Saved data entries

"""Terminal output for the command line: a progress bar and ranked tables."""

from __future__ import annotations

import sys
from collections.abc import Mapping, Sequence
from typing import Any, TextIO

from backtest.results import BacktestResult, SeriesResult
from backtest.tidy import ranking_rows
from service.views.ranking_text import common_ground, score_cell


class ProgressBar:
    """A one-line progress bar on a stream, redrawn at most once per percent."""

    def __init__(self, stream: TextIO = sys.stderr, width: int = 30) -> None:
        self.stream, self.width, self._shown = stream, width, -1

    def __call__(self, done: int, total: int) -> None:
        percent = 100 if total == 0 else done * 100 // total
        if percent == self._shown:
            return
        self._shown = percent
        filled = self.width * percent // 100
        bar = "#" * filled + "." * (self.width - filled)
        end = "\n" if done >= total else ""
        self.stream.write(f"\r  [{bar}] {done}/{total} folds{end}")
        self.stream.flush()


def _number(value: float | None, digits: int = 3) -> str:
    return "-" if value is None else f"{value:.{digits}f}"


def _flag(value: bool | None, yes: str, no: str) -> str:
    return "" if value is None else (yes if value else no)


def coverage_by_candidate(sr: SeriesResult) -> dict[str, dict[int, float | None]]:
    """Pooled empirical coverage per candidate and level."""
    out: dict[str, dict[int, float | None]] = {}
    for s in sr.scores:
        if s.metric == "coverage" and s.horizon is None and s.level is not None:
            out.setdefault(s.candidate_id, {})[s.level] = s.value
    return out


def ranking_table(title: str, rows: Sequence[Mapping[str, Any]], score_name: str,
                  coverage: Mapping[str, Mapping[int, float | None]] | None = None) -> str:
    """Ranked candidates of one series as a fixed-width table.

    ``rows`` carry the ranking columns of DEVELOPERS.md ("Output tables"), as the CLI's
    results and the API's run ranking both give them.
    """
    levels = sorted({lv for c in (coverage or {}).values() for lv in c})
    head = ["#", "candidate", score_name, "own folds", "ratio to bench",
            *[f"cover{lv}" for lv in levels], "signif.", "conf.set", "calibration", "failed",
            "not conv."]
    body = []
    for r in rows:
        cover = (coverage or {}).get(r["candidate_id"], {})
        body.append([
            "-" if r["rank"] is None else str(r["rank"]),
            r["candidate"] + (" (benchmark)" if r["is_benchmark"] else ""),
            score_cell(r, _number(r["score"])), _number(r.get("score_own_folds")),
            _number(r["ratio_to_benchmark"], 2),
            *[_number(cover.get(lv), 2) for lv in levels],
            _flag(r["beats_benchmark"], "better", "no"),
            _flag(r["in_confidence_set"], "in", "out"),
            r["calibration_zone"] or "", str(r["folds_failed"]),
            str(r["folds_not_converged"]),
        ])
    widths = [max(len(x) for x in col) for col in zip(head, *body)]
    lines = [title + common_ground(rows)]
    for row in [head, *body]:
        lines.append("  " + "  ".join(c.ljust(w) if i == 1 else c.rjust(w)
                                      for i, (c, w) in enumerate(zip(row, widths))))
    return "\n".join(lines)


def ranking_report(result: BacktestResult) -> str:
    """Ranked tables for every series of a result."""
    plan = result.plan
    where = "all horizons" if plan["rank_horizon"] is None else f"h={plan['rank_horizon']}"
    tables = []
    for sr, rows in zip(result.series, _rows_by_series(result)):
        title = (f"{sr.series['key']}  ({sr.series['n_obs']} obs, {sr.series['first_period']}.."
                 f"{sr.series['last_period']}; ranked by {plan['rank_by'].upper()} over {where})")
        tables.append(ranking_table(title, rows, plan["rank_by"].upper(),
                                    coverage_by_candidate(sr)))
    return "\n\n".join(tables)


def _rows_by_series(result: BacktestResult) -> list[list[dict[str, Any]]]:
    grouped: dict[str, list[dict[str, Any]]] = {}
    for row in ranking_rows(result):
        grouped.setdefault(row["series_key"], []).append(row)
    return [grouped[sr.series["key"]] for sr in result.series]
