"""``foldline champion``: choose a series' champion, show it, its history, a run's suggestions."""

from __future__ import annotations

import argparse

from sqlalchemy.orm import Session, sessionmaker

from service.cli.ledger_text import champion_lines, suggestion_lines
from service.cli.store import add_store_option, operator, run_in_store
from service.usecases import champions


def register(subparsers: argparse._SubParsersAction[argparse.ArgumentParser]) -> None:
    """Add the ``champion`` command group."""
    group = subparsers.add_parser("champion", help="choose and read series' champions")
    commands = group.add_subparsers(dest="champion_command", required=True, metavar="COMMAND")
    chosen = commands.add_parser("set", help="choose a candidate as a series' champion")
    chosen.add_argument("series", metavar="SERIES", help="the series key")
    chosen.add_argument("--candidate", required=True, metavar="ID", help="candidate id")
    chosen.add_argument("--run", required=True, type=int, metavar="RUN_ID",
                        help="the succeeded run that backtested it")
    chosen.add_argument("--reason", required=True, help="why (kept with the choice)")
    chosen.set_defaults(handler=champion_set)
    show = commands.add_parser("show", help="a series' current champion")
    show.add_argument("series", metavar="SERIES")
    show.set_defaults(handler=champion_show)
    history = commands.add_parser("history", help="every champion choice of a series")
    history.add_argument("series", metavar="SERIES")
    history.set_defaults(handler=champion_history_command)
    suggest = commands.add_parser("suggest", help="the champions a run suggests")
    suggest.add_argument("run_id", type=int, metavar="RUN_ID")
    suggest.set_defaults(handler=champion_suggest)
    for parser in (chosen, show, history, suggest):
        add_store_option(parser)


def champion_set(args: argparse.Namespace) -> int:
    def work(sessions: sessionmaker[Session]) -> str:
        choice = champions.choose(sessions, series_key=args.series,
                                  candidate_id=args.candidate, run_id=args.run,
                                  reason=args.reason, actor=operator())
        return "\n".join(champion_lines([choice]))
    return run_in_store(args, work)


def champion_show(args: argparse.Namespace) -> int:
    def work(sessions: sessionmaker[Session]) -> str:
        choice = champions.champion_of(sessions, args.series)
        return "\n".join(champion_lines([choice])) if choice else \
            f"series {args.series} has no champion"
    return run_in_store(args, work)


def champion_history_command(args: argparse.Namespace) -> int:
    def work(sessions: sessionmaker[Session]) -> str:
        return "\n".join(champion_lines(champions.champion_choices(sessions, args.series)))
    return run_in_store(args, work)


def champion_suggest(args: argparse.Namespace) -> int:
    def work(sessions: sessionmaker[Session]) -> str:
        return "\n".join(suggestion_lines(champions.suggestions(sessions, args.run_id)))
    return run_in_store(args, work)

* Work required
The records must be given again in full, exactly as they were written.

* Problem solution
"""Terminal output for the command line: a progress bar and ranked tables."""

from __future__ import annotations

import sys
from collections.abc import Mapping, Sequence
from typing import Any, TextIO

from backtest.results import BacktestResult, SeriesResult
from backtest.tidy import ranking_rows
from service.views.ranking_text import common_ground, score_cell


class ProgressBar:
    """A one-line progress bar on a stream, redrawn at most once per percent."""

    def __init__(self, stream: TextIO = sys.stderr, width: int = 30) -> None:
        self.stream, self.width, self._shown = stream, width, -1

    def __call__(self, done: int, total: int) -> None:
        percent = 100 if total == 0 else done * 100 // total
        if percent == self._shown:
            return
        self._shown = percent
        filled = self.width * percent // 100
        bar = "#" * filled + "." * (self.width - filled)
        end = "\n" if done >= total else ""
        self.stream.write(f"\r  [{bar}] {done}/{total} folds{end}")
        self.stream.flush()


def _number(value: float | None, digits: int = 3) -> str:
    return "-" if value is None else f"{value:.{digits}f}"


def _flag(value: bool | None, yes: str, no: str) -> str:
    return "" if value is None else (yes if value else no)


def coverage_by_candidate(sr: SeriesResult) -> dict[str, dict[int, float | None]]:
    """Pooled empirical coverage per candidate and level."""
    out: dict[str, dict[int, float | None]] = {}
    for s in sr.scores:
        if s.metric == "coverage" and s.horizon is None and s.level is not None:
            out.setdefault(s.candidate_id, {})[s.level] = s.value
    return out


def ranking_table(title: str, rows: Sequence[Mapping[str, Any]], score_name: str,
                  coverage: Mapping[str, Mapping[int, float | None]] | None = None) -> str:
    """Ranked candidates of one series as a fixed-width table.

    ``rows`` carry the ranking columns of DEVELOPERS.md ("Output tables"), as the CLI's
    results and the API's run ranking both give them.
    """
    levels = sorted({lv for c in (coverage or {}).values() for lv in c})
    head = ["#", "candidate", score_name, "own folds", "ratio to bench",
            *[f"cover{lv}" for lv in levels], "signif.", "conf.set", "calibration", "failed",
            "not conv."]
    body = []
    for r in rows:
        cover = (coverage or {}).get(r["candidate_id"], {})
        body.append([
            "-" if r["rank"] is None else str(r["rank"]),
            r["candidate"] + (" (benchmark)" if r["is_benchmark"] else ""),
            score_cell(r, _number(r["score"])), _number(r.get("score_own_folds")),
            _number(r["ratio_to_benchmark"], 2),
            *[_number(cover.get(lv), 2) for lv in levels],
            _flag(r["beats_benchmark"], "better", "no"),
            _flag(r["in_confidence_set"], "in", "out"),
            r["calibration_zone"] or "", str(r["folds_failed"]),
            str(r["folds_not_converged"]),
        ])
    widths = [max(len(x) for x in col) for col in zip(head, *body)]
    lines = [title + common_ground(rows)]
    for row in [head, *body]:
        lines.append("  " + "  ".join(c.ljust(w) if i == 1 else c.rjust(w)
                                      for i, (c, w) in enumerate(zip(row, widths))))
    return "\n".join(lines)


def ranking_report(result: BacktestResult) -> str:
    """Ranked tables for every series of a result."""
    plan = result.plan
    where = "all horizons" if plan["rank_horizon"] is None else f"h={plan['rank_horizon']}"
    tables = []
    for sr, rows in zip(result.series, _rows_by_series(result)):
        title = (f"{sr.series['key']}  ({sr.series['n_obs']} obs, {sr.series['first_period']}.."
                 f"{sr.series['last_period']}; ranked by {plan['rank_by'].upper()} over {where})")
        tables.append(ranking_table(title, rows, plan["rank_by"].upper(),
                                    coverage_by_candidate(sr)))
    return "\n\n".join(tables)


def _rows_by_series(result: BacktestResult) -> list[list[dict[str, Any]]]:
    grouped: dict[str, list[dict[str, Any]]] = {}
    for row in ranking_rows(result):
        grouped.setdefault(row["series_key"], []).append(row)
    return [grouped[sr.series["key"]] for sr in result.series]
"""``foldline champion``: choose a series' champion, show it, its history, a run's suggestions."""

from __future__ import annotations

import argparse

from sqlalchemy.orm import Session, sessionmaker

from service.cli.ledger_text import champion_lines, suggestion_lines
from service.cli.store import add_store_option, operator, run_in_store
from service.usecases import champions


def register(subparsers: argparse._SubParsersAction[argparse.ArgumentParser]) -> None:
    """Add the ``champion`` command group."""
    group = subparsers.add_parser("champion", help="choose and read series' champions")
    commands = group.add_subparsers(dest="champion_command", required=True, metavar="COMMAND")
    chosen = commands.add_parser("set", help="choose a candidate as a series' champion")
    chosen.add_argument("series", metavar="SERIES", help="the series key")
    chosen.add_argument("--candidate", required=True, metavar="ID", help="candidate id")
    chosen.add_argument("--run", required=True, type=int, metavar="RUN_ID",
                        help="the succeeded run that backtested it")
    chosen.add_argument("--reason", required=True, help="why (kept with the choice)")
    chosen.set_defaults(handler=champion_set)
    show = commands.add_parser("show", help="a series' current champion")
    show.add_argument("series", metavar="SERIES")
    show.set_defaults(handler=champion_show)
    history = commands.add_parser("history", help="every champion choice of a series")
    history.add_argument("series", metavar="SERIES")
    history.set_defaults(handler=champion_history_command)
    suggest = commands.add_parser("suggest", help="the champions a run suggests")
    suggest.add_argument("run_id", type=int, metavar="RUN_ID")
    suggest.set_defaults(handler=champion_suggest)
    for parser in (chosen, show, history, suggest):
        add_store_option(parser)


def champion_set(args: argparse.Namespace) -> int:
    def work(sessions: sessionmaker[Session]) -> str:
        choice = champions.choose(sessions, series_key=args.series,
                                  candidate_id=args.candidate, run_id=args.run,
                                  reason=args.reason, actor=operator())
        return "\n".join(champion_lines([choice]))
    return run_in_store(args, work)


def champion_show(args: argparse.Namespace) -> int:
    def work(sessions: sessionmaker[Session]) -> str:
        choice = champions.champion_of(sessions, args.series)
        return "\n".join(champion_lines([choice])) if choice else \
            f"series {args.series} has no champion"
    return run_in_store(args, work)


def champion_history_command(args: argparse.Namespace) -> int:
    def work(sessions: sessionmaker[Session]) -> str:
        return "\n".join(champion_lines(champions.champion_choices(sessions, args.series)))
    return run_in_store(args, work)


def champion_suggest(args: argparse.Namespace) -> int:
    def work(sessions: sessionmaker[Session]) -> str:
        return "\n".join(suggestion_lines(champions.suggestions(sessions, args.run_id)))
    return run_in_store(args, work)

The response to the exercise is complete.